Für Eltern wie Thomas Gilgen (56) und Nina Brunner (43) wäre dies ein grosser Verlust: «Die Kinder haben hier im autofreien Bergort grosse Freiheiten, auch auf ihren teils längeren Schulwegen. Das geniessen sie auch und ausserdem ist es eine besondere Qualität, wenn sie am Mittag zu Hause essen können oder direkt neben dem Schulhaus beim betreuten Mittagstisch im Hotel Tödiblick», sagt Gilgen.
Eltern suchen Lösungen betreffend Anfahrt und Unterkunft
Der «Openbroadcast»-Radiomacher und seine Frau leben mit ihrer Familie seit bald acht Jahren in Braunwald, ihre Tochter Nica (9) wurde seinerzeit im Bergkindergarten eingeschult. Mehrere Eltern sind jetzt aktiv geworden. Ein Facebookpost, den Gilgen vorgestern abgesetzt hat, ging fast sofort durch die Decke: Mehrere tausendmal wurde seine Suche nach einer neuen Lehrperson in kürzester Zeit geteilt.
Gilgen und Brunner, als Vertretung der Eltern, sehen mehrere Probleme bei der Stellenbesetzung: «Zum einen ist es nur ein Pensum von 30 bis 40 Prozent. Ein Umzug lohnt sich so kaum», sagt Gilgen. Er wäre auch schwierig zu bewerkstelligen: Auf Homegate ist aktuell keine einzige Wohnung im kleinen Braunwald ausgeschrieben. Doch die Elterngruppe, die sich für das Fortbestehen «ihrer» Schule einsetzt, hat bereits Ideen für Übernachtungsmöglichkeiten und finanzielle Unterstützungen betreffend des Arbeitswegs gesammelt – etwa ein von den Eltern zur Verfügung gestelltes GA. Brunner ist zudem Teil einer Initiative, die mehr Familien nach Braunwald locken möchte – und bei der Wohnungsvermittlung behilflich ist. «Der Erhalt der Schule ist uns sehr viel wert – auch im Sinne eines weiterhin lebendigen Dorflebens», sagt Brunner.
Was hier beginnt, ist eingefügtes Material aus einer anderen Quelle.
import { aimFrame, type Frame } from './aim.ts';
import type { Head } from './heads.ts';
import { keptByName } from './kept-with.ts';
import type { PreparedShelf } from './prepared-shelf.ts';
import { firstNotBelow } from './resistor-values.ts';
import { limits } from './rules.ts';
import type { SearchBrief, StockedResistor } from './shelf.ts';
import {
  makeableEntries,
  listOffers,
  type Offers,
  type SingleTimingParts,
  type TimingStock,
} from './timing-choice.ts';

/** The stocked resistances that a tuned kit may take R4 from, once its capacitor is measured. */
export interface TunedGrid {
  /** Tolerance of any resistor of the grid, as a fraction. */
  tolerance: number;
  /** Least and greatest temperature coefficient among them. */
  coefficientsPerKelvin: readonly number[];
  /** Half of the widest gap between neighbours, in ln R: the most a tuned kit is off by it. */
  halfGap: number;
  /** Root mean square of the distance to the nearest of the grid, in ln R. */
  rmsGap: number;
  /** What the largest, the middle and the smallest capacitor read, in farads, and the ohms each asks for. */
  readings: readonly { farads: number; ohms: number }[];
}

/** The tolerance classes that a tuned kit's resistors come from: 0.1 %, 1 %, and all there are. */
export const tunedClasses: readonly number[] = [
  limits.preciseTolerance,
  limits.thresholdTolerance,
  1,
];

/** The class of a pack's timing parts: that of the worse one. */
export function tunedClassOf({ first, second }: SingleTimingParts): number {
  const worst = Math.max(first.tolerance, second?.tolerance ?? 0);
  return tunedClasses.find((limit) => worst <= limit * (1 + 1e-9)) ?? 1;
}

/** Every resistance of a class that the shelf can make beside a head, with what its gaps amount to. */
interface ClassGrid {
  tolerance: number;
  coefficientsPerKelvin: readonly number[];
  /** Ascending; gap k lies between entries k and k + 1, in ln R. */
  ohms: Float64Array;
  /** Their places in the timing table. */
  places: Int32Array;
  /** Sum of the cubes of the gaps before entry k. */
  cubesBefore: Float64Array;
  /** Widest gap of each block of `blockLength`. */
  widestOfBlock: Float64Array;
}

const blockLength = 64;

/** The offers of a class of tolerance. Kept with the shelf's offers. */
export function classOffers(shelf: PreparedShelf, limit: number, quantity: number): Offers {
  return offersWithin(listOffers(shelf.values, quantity), limit);
}

const offersWithin = keptByName((offers: Offers, limit: number): Offers => {
  const suits = (part: StockedResistor) => part.tolerance <= limit * (1 + 1e-9);
  return offers.map((parts) => (parts.every(suits) ? parts : parts.filter(suits)));
});

/** The grid of a class beside what a head takes, kept with the offers as long as the stock stands. */
function classGrid(
  { table, values }: PreparedShelf,
  limit: number,
  { demand }: Head,
  quantity: number,
): ClassGrid {
  const offers = offersWithin(listOffers(values, quantity), limit);
  const beside = [...demand.ids, ...demand.counts].join();
  return gridBeside(offers, beside, { table, offers, demand, quantity });
}

const gridBeside = keptByName((_offers: Offers, _beside: string, stock: TimingStock) =>
  formGrid(stock),
);

function formGrid(stock: TimingStock): ClassGrid {
  const { table, offers } = stock;
  const makeable = makeableEntries(stock);
  const places = Int32Array.from(makeable);
  const ohms = Float64Array.from(makeable, (k) => table.ohms[k]!);
  const cubesBefore = new Float64Array(ohms.length + 1);
  const widestOfBlock = new Float64Array(Math.ceil(ohms.length / blockLength));
  for (let k = 0; k + 1 < ohms.length; k += 1) {
    const gap = gapAt(ohms, k);
    cubesBefore[k + 1] = cubesBefore[k]! + gap ** 3;
    const block = Math.floor(k / blockLength);
    widestOfBlock[block] = Math.max(widestOfBlock[block]!, gap);
  }
  const all = offers.flat();
  const coefficients = all.map((part) => part.temperatureCoefficientPerKelvin);
  const least = coefficients.reduce((a, b) => Math.min(a, b), Number.POSITIVE_INFINITY);
  const most = coefficients.reduce((a, b) => Math.max(a, b), Number.NEGATIVE_INFINITY);
  return {
    tolerance: all.reduce((worst, part) => Math.max(worst, part.tolerance), 0),
    coefficientsPerKelvin: all.length === 0 ? [] : [...new Set([least, most])],
    ohms,
    places,
    cubesBefore,
    widestOfBlock,
  };
}

function gapAt(ohms: Float64Array, k: number): number {
  return Math.log(ohms[k + 1]! / ohms[k]!);
}

/** Widest of the gaps from place `from` up to before place `to`. */
function widestGap({ ohms, widestOfBlock }: ClassGrid, from: number, to: number): number {
  let widest = 0;
  for (let k = from; k < to;) {
    const wholeBlock = k % blockLength === 0 && k + blockLength <= to;
    widest = Math.max(widest, wholeBlock ? widestOfBlock[k / blockLength]! : gapAt(ohms, k));
    k += wholeBlock ? blockLength : 1;
  }
  return widest;
}

/**
 * What the grid of a class is for a frame: every resistance the shelf holds between what the capacitor
 * would need at either end of its tolerance and of the meter's uncertainty. Null when the shelf does
 * not reach over the whole of that range.
 */
export function tunedGrid(
  frame: Frame,
  limit: number,
  brief: SearchBrief,
  shelf: PreparedShelf,
): TunedGrid | null {
  const { capacitor, head } = frame;
  const wide = (1 + capacitor.tolerance) * (1 + brief.meterUncertainty) - 1;
  const needed = (share: number) => {
    const farads = capacitor.farads * (1 + share);
    return { farads, ...aimFrame({ ...frame, capacitor: { ...capacitor, farads } }, brief) };
  };
  const [least, most] = [needed(wide), needed(-wide)];
  if (!least.reaches || !most.reaches) return null;
  const grid = classGrid(shelf, limit, head, brief.quantity);
  const { ohms, cubesBefore } = grid;
  const from = firstNotBelow(ohms, least.ohms) - 1;
  const to = firstNotBelow(ohms, most.ohms);
  if (from < 0 || to >= ohms.length || ohms[from]! < head.minTimingOhms) return null;
  const span = Math.log(ohms[to]! / ohms[from]!);
  return {
    tolerance: grid.tolerance,
    coefficientsPerKelvin: grid.coefficientsPerKelvin,
    halfGap: widestGap(grid, from, to) / 2,
    // A point anywhere in a gap g is off its nearer end by g/√12 in the root mean square.
    rmsGap: span > 0 ? Math.sqrt((cubesBefore[to]! - cubesBefore[from]!) / span / 12) : 0,
    readings: [least, needed(0), most],
  };
}

/**
 * Places in the timing table of what the grid of a class holds next below and above a resistance,
 * with all that share their ohms.
 */
export function gridAround(
  head: Head,
  ohms: number,
  limit: number,
  brief: SearchBrief,
  shelf: PreparedShelf,
): number[] {
  const grid = classGrid(shelf, limit, head, brief.quantity);
  const at = firstNotBelow(grid.ohms, ohms);
  const found: number[] = [];
  const same = (a: number, b: number) => Math.abs(grid.ohms[a]! / grid.ohms[b]! - 1) < 1e-12;
  for (let k = at - 1; k >= 0 && same(k, at - 1); k -= 1) found.push(grid.places[k]!);
  for (let k = at; k < grid.ohms.length && same(k, at); k += 1) found.push(grid.places[k]!);
  return found.filter((place) => shelf.table.ohms[place]! >= head.minTimingOhms);
}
Der Enthusiasmus der Eltern könnte juristisch schwierig aufzufangen sein
Doch die Initiative der Eltern könnte am Gesetz scheitern. Die Schulleiterin Monica Zweifel argumentiert mit der Personalverordnung der Gemeinde: «Es dürfen keine Geschenke angenommen werden, welche den sozial üblichen Rahmen sprengen. Was hier der Fall wäre.» Die 56-Jährige weiter: «Die Idee von den Eltern ist im ersten Moment bestechend und im zweiten Bestechung.» Auch der Gemeinderat und Präsident der Schulkommission Hansueli Rhyner (66) stösst ins selbe Horn: «Brunwald ist keine einzelne Gemeinde, sondern gehört zu Glarus Süd. Wir haben insgesamt 150 Lehrkräfte, da kann man nicht einer einzelnen Person ein bezahltes GA oder Gratisübernachtungen anbieten.»
Die Behörden von Glarus Süd wollen nun juristisch abklären lassen, ob eine Lösung, bei der die Eltern finanziell mithelfen, überhaupt zulässig ist. «Aber auch wenn sich herausstellt, dass dies nicht möglich ist, ist noch nicht Matthäus am Letzten», sagt Rhyner. Die Schulschliessung sei die letzte Lösung: «Bis zum 27. Mai schauen wir, ob eine Bewerbung einer qualifizierten Lehrperson eintrifft, danach öffnen wir das Stellenangebot für Quereinsteiger. Und falls sich dann niemand bewirbt, prüfen wir einen Lektionenabbau – aber das möchten wir eigentlich auch vermeiden. Die Schule wird nur geschlossen, wenn es gar nicht anders geht.»
Gilgen, Brunner und die anderen Eltern haben derweil Grund zur Hoffnung, dass ihre Facebook-Aktion eine geeignete Lehrperson erreicht: Bei Redaktionsschluss stand die Nummer der Anzahl Shares auf über
13'000. Das ist mehr als ein Post von Roger Federer oder Taylor Swift.